Correlation Between Raytheon Technologies and Micron Technology
Can any of the company-specific risk be diversified away by investing in both Raytheon Technologies and Micron Technology at the same time? Although using a correlation coefficient on its own may not help to predict future stock returns, this module helps to understand the diversifiable risk of combining Raytheon Technologies and Micron Technology into the same portfolio, which is an essential part of the fundamental portfolio management process.
By analyzing existing cross correlation between Raytheon Technologies and Micron Technology, you can compare the effects of market volatilities on Raytheon Technologies and Micron Technology and check how they will diversify away market risk if combined in the same portfolio for a given time horizon. You can also utilize pair trading strategies of matching a long position in Raytheon Technologies with a short position of Micron Technology. Check out your portfolio center. Please also check ongoing floating volatility patterns of Raytheon Technologies and Micron Technology.
Diversification Opportunities for Raytheon Technologies and Micron Technology
0.73 | Correlation Coefficient |
Poor diversification
The 3 months correlation between Raytheon and Micron is 0.73. Overlapping area represents the amount of risk that can be diversified away by holding Raytheon Technologies and Micron Technology in the same portfolio, assuming nothing else is changed. The correlation between historical prices or returns on Micron Technology and Raytheon Technologies is a relative statistical measure of the degree to which these equity instruments tend to move together. The correlation coefficient measures the extent to which returns on Raytheon Technologies are associated (or correlated) with Micron Technology. Values of the correlation coefficient range from -1 to +1, where. The correlation of zero (0) is possible when the price movement of Micron Technology has no effect on the direction of Raytheon Technologies i.e., Raytheon Technologies and Micron Technology go up and down completely randomly.
Pair Corralation between Raytheon Technologies and Micron Technology
Assuming the 90 days trading horizon Raytheon Technologies is expected to generate 0.45 times more return on investment than Micron Technology. However, Raytheon Technologies is 2.24 times less risky than Micron Technology. It trades about 0.18 of its potential returns per unit of risk. Micron Technology is currently generating about 0.07 per unit of risk. If you would invest 6,638 in Raytheon Technologies on September 4, 2024 and sell it today you would earn a total of 5,352 from holding Raytheon Technologies or generate 80.63% return on investment over 90 days.

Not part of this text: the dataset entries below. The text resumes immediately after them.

package api

import (
	"encoding/json"
	"math"
	"net/http"
	"strings"
	"testing"

	"github.com/google/go-cmp/cmp"

	"ridgehop/internal/assess"
)

const radioLink = `{"a":{"name":"North","lon":-20.5,"lat":-30.5,"antenna_height_m":60},
 "b":{"name":"South","lon":-20.4,"lat":-30.4,"antenna_height_m":60},"frequency_ghz":18.7,
 "radio":{"a":{"radio":"demo-backhaul-18ghz","antenna":"dish-0.6m-18ghz","feeder_loss_db":1.5},
          "b":{"radio":"demo-backhaul-18ghz","antenna":"dish-0.6m-18ghz"},
          "target":{"capacity_mbps":100,"margin_db":10,"availability_percent":99.9},
          "climate":{"dn1":-200,"rain_rate_mmh":30,"monthly":[{"rain_mm":1,"temperature_c":2}]},"date":"2026-12-01",
          "neighbours":[{"name":"N","lon":-20.3,"lat":-30.3,"antenna_amsl_m":200}]}}`

func TestRadioAnswersConform(t *testing.T) {
	contract, err := NewContract()
	if err != nil {
		t.Fatal(err)
	}
	for name, terrain := range map[string]hills{"known": {}, "void": {void: true}} {
		t.Run(name, func(t *testing.T) {
			antennas, _ := assess.NewAntennaRegister(nil, nil)
			radios, _ := assess.NewRadioRegister(nil, nil)
			h := service(t, func(d *Dependencies) {
				d.Assessor = assess.NewService(terrain).WithEquipment(assess.Equipment{Antennas: antennas, Radios: radios})
			})
			made := ask(h, http.MethodPost, "/v1/assessments", radioLink)
			if made.Code != http.StatusCreated {
				t.Fatalf("got %d %s", made.Code, made.Body)
			}
			conforms(t, contract, "Assessment", made.Body.Bytes())
		})
	}
}

// The lines of the budget add up to the received level that is shown beside
// them, and both directions differ by what differs between the ends.
func TestBudgetAddsUp(t *testing.T) {
	h := service(t, nil)
	var got Assessment
	if err := json.Unmarshal(ask(h, http.MethodPost, "/v1/assessments", radioLink).Body.Bytes(), &got); err != nil {
		t.Fatal(err)
	}
	for name, b := range map[string]Budget{"a_to_b": got.Radio.AToB, "b_to_a": got.Radio.BToA} {
		sum := 0.0
		for _, line := range b.Lines {
			sum += line.Value
			if line.Source == "" {
				t.Errorf("%s: line %s has no source", name, line.Code)
			}
		}
		if b.ReceivedDbm == nil || math.Abs(sum-*b.ReceivedDbm) > 0.006 {
			t.Errorf("%s: the lines add up to %.4f, received is %v", name, sum, b.ReceivedDbm)
		}
	}
	if got, want := *got.Radio.BToA.EirpDbm-*got.Radio.AToB.EirpDbm, 1.5; math.Abs(got-want) > 1e-9 {
		t.Errorf("EIRP of B over A: got %g, want the feeder loss of %g", got, want)
	}
	if got.Radio.Aim.A.MagneticAzimuthDeg == nil || got.Radio.Choice == nil || len(got.Radio.Neighbours) != 1 {
		t.Errorf("parts are missing: %+v", got.Radio)
	}
}

func TestAskedRadioKeepsEveryField(t *testing.T) {
	contract, err := NewContract()
	if err != nil {
		t.Fatal(err)
	}
	request, err := contract.DecodeAssessmentRequest([]byte(radioLink))
	if err != nil {
		t.Fatal(err)
	}
	got := request.Asked().Radio
	want := &assess.RadioRequest{
		A:       assess.TerminalRequest{RadioName: "demo-backhaul-18ghz", AntennaName: "dish-0.6m-18ghz", FeederLossDB: 1.5},
		B:       assess.TerminalRequest{RadioName: "demo-backhaul-18ghz", AntennaName: "dish-0.6m-18ghz"},
		Target:  assess.Target{CapacityMbps: 100, MarginDB: 10, AvailabilityPercent: 99.9},
		Climate: assess.ClimateRequest{DN1: new(-200.0), RainRateMMH: new(30.0), Monthly: []assess.Month{{RainMM: 1, TemperatureC: 2}}},
		Date:    "2026-12-01", Choose: true,
		Neighbours: []assess.NeighbourRequest{{Name: "N", Lon: -20.3, Lat: -30.3, AntennaAMSLM: 200}},
	}
	if diff := cmp.Diff(got, want); diff != "" {
		t.Error(diff)
	}
}

// Every model of the generic registers survives the way through the contract's
// types and back.
func TestModelsAreTheSameInBothWorlds(t *testing.T) {
	antennas, err := assess.NewAntennaRegister(nil, nil)
	if err != nil {
		t.Fatal(err)
	}
	radios, err := assess.NewRadioRegister(nil, nil)
	if err != nil {
		t.Fatal(err)
	}
	for _, e := range must(antennas.List(t.Context())) {
		if diff := cmp.Diff(same[assess.Antenna](same[Antenna](e.Model)), e.Model); diff != "" {
			t.Errorf("%s: %s", e.Model.Name, diff)
		}
	}
	for _, e := range must(radios.List(t.Context())) {
		if diff := cmp.Diff(same[assess.Radio](same[Radio](e.Model)), e.Model); diff != "" {
			t.Errorf("%s: %s", e.Model.Name, diff)
		}
	}
}

func must[T any](value T, err error) T {
	if err != nil {
		panic(err)
	}
	return value
}

const ownAntenna = `{"name":"own panel","class":"panel","min_ghz":5.1,"max_ghz":5.9,"gain_dbi":17,
 "azimuth_beamwidth_deg":25,"elevation_beamwidth_deg":25,"polarisations":["vertical"],"pattern":{"reference":"f1336_sector"}}`

func TestRegistersOverHTTP(t *testing.T) {
	contract, err := NewContract()
	if err != nil {
		t.Fatal(err)
	}
	h := service(t, func(d *Dependencies) {
		d.Antennas, _ = assess.NewAntennaRegister(nil, shelf{})
		d.Radios, _ = assess.NewRadioRegister(nil, shelf{})
	})
	list := ask(h, http.MethodGet, "/v1/antennas", "")
	conforms(t, contract, "AntennaList", list.Body.Bytes())
	conforms(t, contract, "RadioList", ask(h, http.MethodGet, "/v1/radios", "").Body.Bytes())
	made := ask(h, http.MethodPost, "/v1/antennas", ownAntenna)
	if made.Code != http.StatusCreated || made.Header().Get("Location") != "/v1/antennas/own%20panel" {
		t.Fatalf("got %d, Location %q: %s", made.Code, made.Header().Get("Location"), made.Body)
	}
	if got := ask(h, http.MethodGet, made.Header().Get("Location"), ""); got.Code != http.StatusOK || got.Body.String() != made.Body.String() {
		t.Errorf("read: got %d %s", got.Code, got.Body)
	}
	for _, c := range []struct {
		name, method, path, body string
		status                   int
		contains                 string
	}{
		{"a name twice", http.MethodPost, "/v1/antennas", ownAntenna, 409, "taken"},
		{"gain that the beams forbid", http.MethodPost, "/v1/antennas", strings.Replace(strings.Replace(ownAntenna, "own", "bad", 1), `"gain_dbi":17`, `"gain_dbi":40`, 1), 422, "/gain_dbi"},
		{"unknown field", http.MethodPost, "/v1/antennas", strings.Replace(ownAntenna, "gain_dbi", "gain_dbd", 1), 422, "gain_dbi is"},
		{"a generic one", http.MethodDelete, "/v1/antennas/dish-0.6m-18ghz", "", 409, "own"},
		{"taken away", http.MethodDelete, "/v1/antennas/own%20panel", "", 204, ""},
		{"taken away twice", http.MethodDelete, "/v1/antennas/own%20panel", "", 404, "this name"},
		{"unknown radio", http.MethodGet, "/v1/radios/none", "", 404, "this name"},
		{"thresholds out of order", http.MethodPost, "/v1/radios", `{"name":"x","min_ghz":5,"max_ghz":6,"min_power_dbm":0,"max_power_dbm":20,"power_step_db":1,"max_input_dbm":-20,
		  "modulations":[{"name":"a","threshold_dbm":-60,"capacity_mbps":100,"bandwidth_mhz":20},{"name":"b","threshold_dbm":-80,"capacity_mbps":200,"bandwidth_mhz":20}]}`, 422, "/modulations/1/threshold_dbm"},
	} {
		if got := ask(h, c.method, c.path, c.body); got.Code != c.status || !strings.Contains(got.Body.String(), c.contains) {
			t.Errorf("%s: got %d %s, want %d with %q", c.name, got.Code, got.Body, c.status, c.contains)
		}
	}
}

Time Period | 3 Months [change] |
Direction | Moves Together |
Strength | Significant |
Accuracy | 95.18% |
Values | Daily Returns |
Raytheon Technologies vs. Micron Technology
Performance |
Timeline |
Raytheon Technologies |
Micron Technology |
Raytheon Technologies and Micron Technology Volatility Contrast
Predicted Return Density |
Returns |
Pair Trading with Raytheon Technologies and Micron Technology
The main advantage of trading using opposite Raytheon Technologies and Micron Technology positions is that it hedges away some unsystematic risk. Because of two separate transactions, even if Raytheon Technologies position performs unexpectedly, Micron Technology can make up some of the losses. Pair trading also minimizes risk from directional movements in the market. For example, if an entire industry or sector drops because of unexpected headlines, the short position in Micron Technology will offset losses from the drop in Micron Technology's long position.The idea behind Raytheon Technologies and Micron Technology pairs trading is to make the combined position market-neutral, meaning the overall market's direction will not affect its win or loss (or potential downside or upside). This can be achieved by designing a pairs trade with two highly correlated stocks or equities that operate in a similar space or sector, making it possible to obtain profits through simple and relatively low-risk investment.Check out your portfolio center.Note that this page's information should be used as a complementary analysis to find the right mix of equity instruments to add to your existing portfolios or create a brand new portfolio. You can also try the Earnings Calls module to check upcoming earnings announcements updated hourly across public exchanges.